People love to point out the diversity and inclusivity of D&D–but it’s by no stretch of the imagination a new phenomenon, despite what a small but vocal part of the internet may think. Go to whatever online community you visit to entertain these fair, well-spoken days (lest you spy your shadow in the sun and descant on your own deformity–and we all know where that leads), and say something about D&D (or RPGs in general, if we’re being fair) and diversity or inclusivity and you’ll find people crawling out of the woodworks to tell you that SJWs are ruining everything these days.

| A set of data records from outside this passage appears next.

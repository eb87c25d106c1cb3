//! The attitude of an ideal sail that pushes hardest along a given direction.
//!
//! With the wanted direction (the primer vector in a minimum-time flight) at the angle phi from the outward Sun
//! line, cos^2(alpha) cos(phi - alpha) is largest at tan(alpha) = (sqrt(9 + 8 tan^2 phi) - 3) / (4 tan phi) for
//! phi below 90 deg (McInnes, *Solar Sailing* (1999), eq. 4.82 or near, from memory; H. J. Kelley 1962; Zhukov &
//! Lebedev, *Cosmic Research* 2 (1964) 41-44). Written in components below, it holds for every phi and cancels
//! nowhere.

use numerics::scalar::Scalar;

/// Cosine and sine of the cone angle that gives the largest force along (`outward`, `across`).
///
/// `across` is the size of the wanted direction's part across the Sun line, >= 0; the sine returned is >= 0 on
/// that side. Only the direction matters, not the length, which must not be zero.
///
/// # Example
/// ```
/// // Wanted: straight across. Best: tan(alpha) = 1/sqrt 2.
/// let (cos, sin) = sail::steering::primer::ideal_attitude(0.0, 1.0);
/// assert!((sin / cos - 0.5f64.sqrt()).abs() < 1e-15);
/// ```
#[inline(always)]
pub fn ideal_attitude<T: Scalar>(outward: T, across: T) -> (T, T) {
    let root = (outward * outward * 9.0 + across * across * 8.0).sqrt();
    let (a, b) = if outward.value() >= 0.0 {
        (outward * 3.0 + root, across * 2.0)
    } else {
        (across * 4.0, root - outward * 3.0)
    };
    let scale = (a * a + b * b).sqrt().recip();
    (a * scale, b * scale)
}

#[cfg(test)]
mod tests {
    use super::*;
    use crate::force;
    use proptest::prelude::*;

    fn cone_deg(phi_deg: f64) -> f64 {
        let phi = phi_deg.to_radians();
        let (cos, sin) = ideal_attitude(phi.cos(), phi.sin());
        sin.atan2(cos).to_degrees()
    }

    #[test]
    fn published_pairs_of_wanted_direction_and_cone_angle() {
        // checks: 60, 90, 120, 150 deg give 21.6, 35.26, 51.6, 70.2 deg (McInnes 1999 eq. 4.82, arithmetic beyond
        // 90 deg); tolerance half of the last digit written.
        for (phi, expected, tolerance) in
            [(60.0, 21.6, 0.05), (90.0, 35.26, 0.005), (120.0, 51.6, 0.05), (150.0, 70.2, 0.05)]
        {
            assert!((cone_deg(phi) - expected).abs() <= tolerance, "{phi}: {}", cone_deg(phi));
        }
    }

    #[test]
    fn the_ends_are_face_on_and_edge_on() {
        assert_eq!(cone_deg(0.0), 0.0);
        assert!((cone_deg(180.0) - 90.0).abs() < 1e-6);
    }

    proptest! {
        #[test]
        fn no_other_attitude_pushes_harder(phi in 0.0..std::f64::consts::PI, other in 0.0..std::f64::consts::FRAC_PI_2) {
            let gain = |cos: f64, sin: f64| {
                let f = force::ideal(cos, sin);
                f.radial * phi.cos() + f.transverse * phi.sin()
            };
            let (cos, sin) = ideal_attitude(phi.cos(), phi.sin());
            prop_assert!(gain(cos, sin) >= gain(other.cos(), other.sin()) - 1e-15);
        }

        #[test]
        fn the_short_formula_agrees_below_ninety_degrees(phi in 0.01..1.55f64) {
            let tan: f64 = phi.tan();
            let short = (((9.0 + 8.0 * tan * tan).sqrt() - 3.0) / (4.0 * tan)).atan();
            // The short form loses digits where 3 and the root cancel: about eps / tan^2.
            prop_assert!((cone_deg(phi.to_degrees()).to_radians() - short).abs() < 1e-11);
        }
    }
}
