//! Minimum time between orbits in space: Cartesian states and costates, canonical units (au).

pub mod calendar;
pub mod curves;
pub mod ends;
pub mod excess;
pub mod excess_rows;
pub mod extremal;
pub mod growing_open;
pub mod launch;
pub mod orbit_match;
pub mod polish;
pub mod prove;
pub mod rendezvous;
pub mod sweep;
pub mod terminal;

They just can’t help it.



It’s a little known fact that Ridley Scot was able to get some of his best shots by setting up cameras on the sets whispering that “including gender-nonconforming characters in your roleplaying games is a good thing” and then just replacing angry commenters with HR Geiger’s artwork. A complicated process, to be sure, but it really captured the realism of the motion.

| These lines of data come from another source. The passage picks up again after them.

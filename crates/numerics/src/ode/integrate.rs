//! The explicit Runge-Kutta method of order 8(5,3) with step control, dense output and events.
//!
//! Method and step control: E. Hairer, S. P. Norsett, G. Wanner, *Solving Ordinary Differential Equations I*
//! (2nd ed., 1993), sections II.4 to II.6. Sensitivities across a switch: the jump (saltation) condition, for
//! example R. I. Leine and H. Nijmeijer, *Dynamics and Bifurcations of Non-Smooth Mechanical Systems* (2004),
//! section 7.1 (from memory).

use crate::root::{Bracket, find_root};
use crate::scalar::Scalar;

use super::dense::DenseStep;
use super::flow::{EventKind, Flow, Mode};
use super::tableau::*;

/// How to integrate.
#[derive(Clone, Copy, Debug)]
pub struct Options {
    /// Local error allowed per step, relative to `1 + |y|` component by component.
    pub tolerance: f64,
    /// Most steps, accepted and rejected together.
    pub max_steps: usize,
}

/// Why integration ended.
#[derive(Clone, Copy, Debug, PartialEq, Eq)]
pub enum Termination {
    /// The whole duration was covered.
    Reached,
    /// Event function `.0` of kind [`EventKind::Stop`] changed sign.
    Stopped(usize),
    /// The step budget ran out.
    TooManySteps,
    /// The step shrank below the resolution of time, or the state stopped being finite.
    Stuck,
}

/// Where integration ended, and what it took.
#[derive(Clone, Copy, Debug)]
pub struct Outcome<T, const N: usize> {
    /// Time covered, signed.
    pub time: f64,
    /// State there.
    pub state: [T; N],
    /// Right-hand side in force there.
    pub mode: Mode,
    /// Why it ended.
    pub termination: Termination,
    /// Accepted steps.
    pub steps: usize,
    /// Rejected steps.
    pub rejected: usize,
    /// Evaluations of the right-hand side.
    pub evaluations: usize,
}

/// Integrates `flow` from `state` over the signed `duration`.
pub fn integrate<T: Scalar, const N: usize, F: Flow<T, N>>(
    flow: &F,
    state: &[T; N],
    duration: f64,
    options: &Options,
) -> Outcome<T, N> {
    Run::new(flow, state, duration, options).finish::<false>(&mut |_| ())
}

/// Like [`integrate`], showing every accepted step with its dense output to `observe`.
pub fn integrate_observed<T: Scalar, const N: usize, F: Flow<T, N>>(
    flow: &F,
    state: &[T; N],
    duration: f64,
    options: &Options,
    observe: &mut dyn FnMut(&DenseStep<T, N>),
) -> Outcome<T, N> {
    Run::new(flow, state, duration, options).finish::<true>(observe)
}

/// `y + h * sum(coefficient * k[stage])`, zero coefficients left out by the tables.
///
/// Kept out of line, as is [`Run::rates`]: unrolled into every stage they made the page's core 2.5 times as large.
#[inline(never)]
fn combine<T: Scalar, const N: usize>(y: &[T; N], h: f64, k: &[[T; N]; 16], row: &[(usize, f64)]) -> [T; N] {
    let mut sum = *y;
    for &(stage, coefficient) in row {
        let weight = h * coefficient;
        for i in 0..N {
            sum[i] += k[stage][i] * weight;
        }
    }
    sum
}

struct Trial<T, const N: usize> {
    state: [T; N],
    /// Error norm relative to the tolerance: accept when at most 1.
    error: f64,
}

struct Run<'a, T, const N: usize, F> {
    flow: &'a F,
    options: &'a Options,
    duration: f64,
    time: f64,
    state: [T; N],
    mode: Mode,
    k: [[T; N]; 16],
    outcome: (usize, usize, usize),
}

impl<'a, T: Scalar, const N: usize, F: Flow<T, N>> Run<'a, T, N, F> {
    fn new(flow: &'a F, state: &[T; N], duration: f64, options: &'a Options) -> Self {
        let mut mode = Mode::default();
        for index in 0..flow.events() {
            if flow.event(index, state).value() > 0.0 {
                mode = mode.toggled(index);
            }
        }
        let mut k = [[T::from(0.0); N]; 16];
        k[0] = flow.rates(mode, state);
        Run { flow, options, duration, time: 0.0, state: *state, mode, k, outcome: (0, 0, 1) }
    }

    fn finish<const DENSE: bool>(mut self, observe: &mut dyn FnMut(&DenseStep<T, N>)) -> Outcome<T, N> {
        if self.duration == 0.0 {
            return self.done(Termination::Reached);
        }
        let mut h = self.first_step();
        let mut just_rejected = false;
        loop {
            let (accepted, rejected, _) = self.outcome;
            if accepted + rejected >= self.options.max_steps {
                return self.done(Termination::TooManySteps);
            }
            let left = self.duration - self.time;
            let last = h.abs() >= left.abs() * (1.0 - 1e-14);
            if last {
                h = left;
            }
            if h.abs() <= 1e-15 * self.time.abs().max(1e-3 * self.duration.abs()) || !h.is_finite() {
                return self.done(Termination::Stuck);
            }
            let trial = self.attempt(h);
            if trial.error.is_nan() || trial.error > 1.0 {
                self.outcome.1 += 1;
                just_rejected = true;
                h *= if trial.error.is_finite() { (0.9 * trial.error.powf(-0.125)).max(0.333) } else { 0.1 };
                continue;
            }
            let growth = (0.9 * trial.error.max(1e-14).powf(-0.125)).clamp(0.333, 6.0);
            let next = h * if just_rejected { growth.min(1.0) } else { growth };
            just_rejected = false;

            let events = self.flow.events() > 0;
            let mut dense = (DENSE || events).then(|| self.interpolant(h, &trial.state));
            if dense.is_none() {
                self.k[12] = self.rates(&trial.state);
            }
            let found = if events { dense.as_ref().and_then(|step| self.first_event(step)) } else { None };
            let mut end = trial.state;
            let mut ended_at = if last { self.duration } else { self.time + h };
            if let Some((x, _)) = found {
                // Stepping again, exactly to the event, keeps the state as accurate as any other step end;
                // dense output alone would lose two or three digits.
                let shorter = h * x;
                end = self.attempt(shorter).state;
                ended_at = self.time + shorter;
                dense = Some(self.interpolant(shorter, &end));
            }
            self.outcome.0 += 1;
            if DENSE && let Some(step) = &dense {
                observe(step);
            }
            self.k[0] = self.k[12];
            self.time = ended_at;
            self.state = end;
            match found {
                Some((_, index)) => {
                    if self.flow.kind(index) == EventKind::Stop {
                        return self.done(Termination::Stopped(index));
                    }
                    self.cross(index, h);
                    if ended_at == self.duration {
                        return self.done(Termination::Reached);
                    }
                    h = next;
                }
                None => {
                    if last {
                        return self.done(Termination::Reached);
                    }
                    h = next;
                }
            }
        }
    }

    fn done(&self, termination: Termination) -> Outcome<T, N> {
        let (steps, rejected, evaluations) = self.outcome;
        let Run { time, state, mode, .. } = *self;
        Outcome { time, state, mode, termination, steps, rejected, evaluations }
    }

    #[inline(never)]
    fn rates(&mut self, y: &[T; N]) -> [T; N] {
        self.outcome.2 += 1;
        self.flow.rates(self.mode, y)
    }

    /// Starting step after Hairer et al., section II.4.
    fn first_step(&mut self) -> f64 {
        let tolerance = self.options.tolerance;
        let norm = |v: &[T; N], y: &[T; N]| {
            let sum: f64 =
                (0..N).map(|i| (v[i].value() / (tolerance * (1.0 + y[i].value().abs()))).powi(2)).sum();
            (sum / N as f64).sqrt()
        };
        let (y, f0) = (self.state, self.k[0]);
        let (size, slope) = (norm(&y, &y), norm(&f0, &y));
        let guess = if size < 1e-5 || slope < 1e-5 { 1e-6 } else { 0.01 * size / slope };
        let guess = guess.min(self.duration.abs()).copysign(self.duration);
        let ahead = std::array::from_fn(|i| y[i] + f0[i] * guess);
        let f1 = self.rates(&ahead);
        let change: [T; N] = std::array::from_fn(|i| f1[i] - f0[i]);
        let curvature = norm(&change, &y) / guess.abs();
        let steepest = slope.max(curvature);
        let limit =
            if steepest <= 1e-15 { (guess.abs() * 1e-3).max(1e-6) } else { (0.01 / steepest).powf(0.125) };
        limit.min(100.0 * guess.abs()).min(self.duration.abs()).copysign(self.duration)
    }

    fn attempt(&mut self, h: f64) -> Trial<T, N> {
        macro_rules! stages {
            ($($stage:literal $row:ident),*) => {$(
                let y = combine(&self.state, h, &self.k, &$row);
                self.k[$stage] = self.rates(&y);
            )*};
        }
        stages!(1 A1, 2 A2, 3 A3, 4 A4, 5 A5, 6 A6, 7 A7, 8 A8, 9 A9, 10 A10, 11 A11);
        let state = combine(&self.state, h, &self.k, &B);
        let (mut third, mut fifth) = (0.0, 0.0);
        for i in 0..N {
            let scale = 1.0 + self.state[i].value().abs().max(state[i].value().abs());
            let weighted = |row: &[(usize, f64)]| -> f64 {
                row.iter().map(|&(stage, e)| e * self.k[stage][i].value()).sum::<f64>() / scale
            };
            third += weighted(&E3).powi(2);
            fifth += weighted(&E5).powi(2);
        }
        let denominator = ((fifth + 0.01 * third) * N as f64).sqrt();
        let error = if fifth == 0.0 { 0.0 } else { h.abs() * fifth / denominator / self.options.tolerance };
        Trial { state, error }
    }

    fn interpolant(&mut self, h: f64, to: &[T; N]) -> DenseStep<T, N> {
        self.k[12] = self.rates(to);
        macro_rules! stages {
            ($($stage:literal $row:ident),*) => {$(
                let y = combine(&self.state, h, &self.k, &$row);
                self.k[$stage] = self.rates(&y);
            )*};
        }
        stages!(13 A13, 14 A14, 15 A15);
        let zero = [T::from(0.0); N];
        let change: [T; N] = std::array::from_fn(|i| to[i] - self.state[i]);
        let coefficients = [
            change,
            std::array::from_fn(|i| self.k[0][i] * h - change[i]),
            std::array::from_fn(|i| change[i] * 2.0 - (self.k[12][i] + self.k[0][i]) * h),
            combine(&zero, h, &self.k, &D0),
            combine(&zero, h, &self.k, &D1),
            combine(&zero, h, &self.k, &D2),
            combine(&zero, h, &self.k, &D3),
        ];
        DenseStep { start: self.time, length: h, from: self.state, to: *to, mode: self.mode, coefficients }
    }

    /// Earliest watched event in the step, as the fraction of the step and the event's index.
    ///
    /// Signs are looked at in the middle of the step too, or two crossings in one step would go unseen.
    fn first_event(&self, step: &DenseStep<T, N>) -> Option<(f64, usize)> {
        const LOOKS: [f64; 6] = [0.0, 0.2, 0.4, 0.6, 0.8, 1.0];
        let states = LOOKS.map(|x| step.at(x));
        let mut first: Option<(f64, usize)> = None;
        for index in 0..self.flow.events() {
            if !self.flow.watches(self.mode, index) {
                continue;
            }
            let value = |y: &[T; N]| self.flow.event(index, y).value();
            let mut looks = LOOKS.iter().zip(states.iter().map(value)).map(|(&x, g)| (x, g));
            let (mut x0, mut g0) = looks.next()?;
            if (g0 > 0.0) != self.mode.is_set(index) {
                // The step starts on the event, where rounding decides the sign: the mode knows the side.
                g0 = if self.mode.is_set(index) { f64::MIN_POSITIVE } else { -f64::MIN_POSITIVE };
            }
            for (x1, g1) in looks {
                if (g0 > 0.0) != (g1 > 0.0) {
                    let bracket = Bracket { low: x0, high: x1, at_low: g0, at_high: g1 };
                    let x = find_root(|x| value(&step.at(x)), bracket, 1e-14);
                    if first.is_none_or(|(earliest, _)| x < earliest) {
                        first = Some((x, index));
                    }
                    break;
                }
                (x0, g0) = (x1, g1);
            }
        }
        first
    }

    /// Flips the mode at the present state and gives sensitivities their jump.
    fn cross(&mut self, index: usize, h: f64) {
        let before = self.k[0];
        let gap = self.flow.event(index, &self.state);
        // Rate of the event function along the flow, by a central difference whose error (1e-9 or so of
        // itself) only touches derivatives.
        let reach = 1e-5 * h.abs();
        let along = |sign: f64| {
            let y: [T; N] =
                std::array::from_fn(|i| T::from(self.state[i].value() + sign * reach * before[i].value()));
            self.flow.event(index, &y).value()
        };
        let rate = (along(1.0) - along(-1.0)) / (2.0 * reach);
        self.mode = self.mode.toggled(index);
        let after = self.rates(&{ self.state });
        if rate != 0.0 {
            // The event moves by this much when the seeds do; its own value is zero.
            let shift = -(gap - gap.value()) / rate;
            let jumped: [T; N] = std::array::from_fn(|i| self.state[i] + (before[i] - after[i]) * shift);
            self.state = jumped;
        }
        self.k[0] = self.rates(&{ self.state });
    }
}

#[cfg(test)]
#[path = "integrate_tests.rs"]
mod tests;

Disgruntled commenters (and career-defining cinematography) aside though, this “SJW nonsense” is nothing new. What we’re seeing today is the end result of the hard work and dedication of people who have been a part of the community and the industry since its inception. The steady march of social progress might feel like it’s only now catching on, but that ignores the work of those who have, through monumental effort, shifted the bar before them. Here’s a look at the women who helped make Dungeons and Dragons what it is.

Picture courtesy of BlackmoorMystara

Let’s start with Jean Wells, the first woman designer hired by TSR, and author of the most expensive D&D module of all time (more on that in just a moment). Wells was an avid D&D player in college and wrote to Gygax in response to an ad for designers in Dragon magazine back in 1978. In an interview, Wells talks about her experience as one of the only women designers at the time:


He was hiring my imagination and would teach me the rest. I also suspect, but am not positive, that being a girl had a lot to do with it as well. When I finally moved up to Lake Geneva it was about the same time the company exploded onto the market. I am afraid Gary never found the time to assist me as he and I had wanted. It left me lost at times.

Fortunately I met Skip Williams. He was someone I understood and felt at ease with, still just not at ease enough to tell him my problem. No one at that time had that much of my trust. I don’t think my sex had anything to do with it being difficult for me. I lacked a proper mentor and that is what I believe made it difficult. I believe that lacking a mentor cast me into the role of token female. As for the atmosphere at TSR at the time it was crazy. Nothing was organized. We tended to do everything off the cuff seeing what worked and what didn’t.

Wells’ career at TSR touches on some of the crucial moments in the game’s development. Her first work was editing White Plume Mountain, considered one of the top ten D&D modules of all time. In fact, Wells managed to touch on many of the enduring modules, contributing interior art for The Hidden Shrine of Tamoachan as well as editing Keep on the Borderlands, which would go on to be included in printings of the D&D Basic Set.

But it’s not just Wells’ work behind the scenes on modules that are a part of her legacy. The Sage Advice column, which is still an ongoing part of D&D today–in fact you can turn to it, right now and find updated clarifications to the rules–began as a project by Jean Wells.

She was the original Sage, and the enduring personality of the column began with Dragon #31 first published in 1979. If you’re somehow not familiar with the column, this is an advice column where people could write in questions about D&D rules–usually, these were sent to TSR’s offices in Lake Geneva, but now they had a destination.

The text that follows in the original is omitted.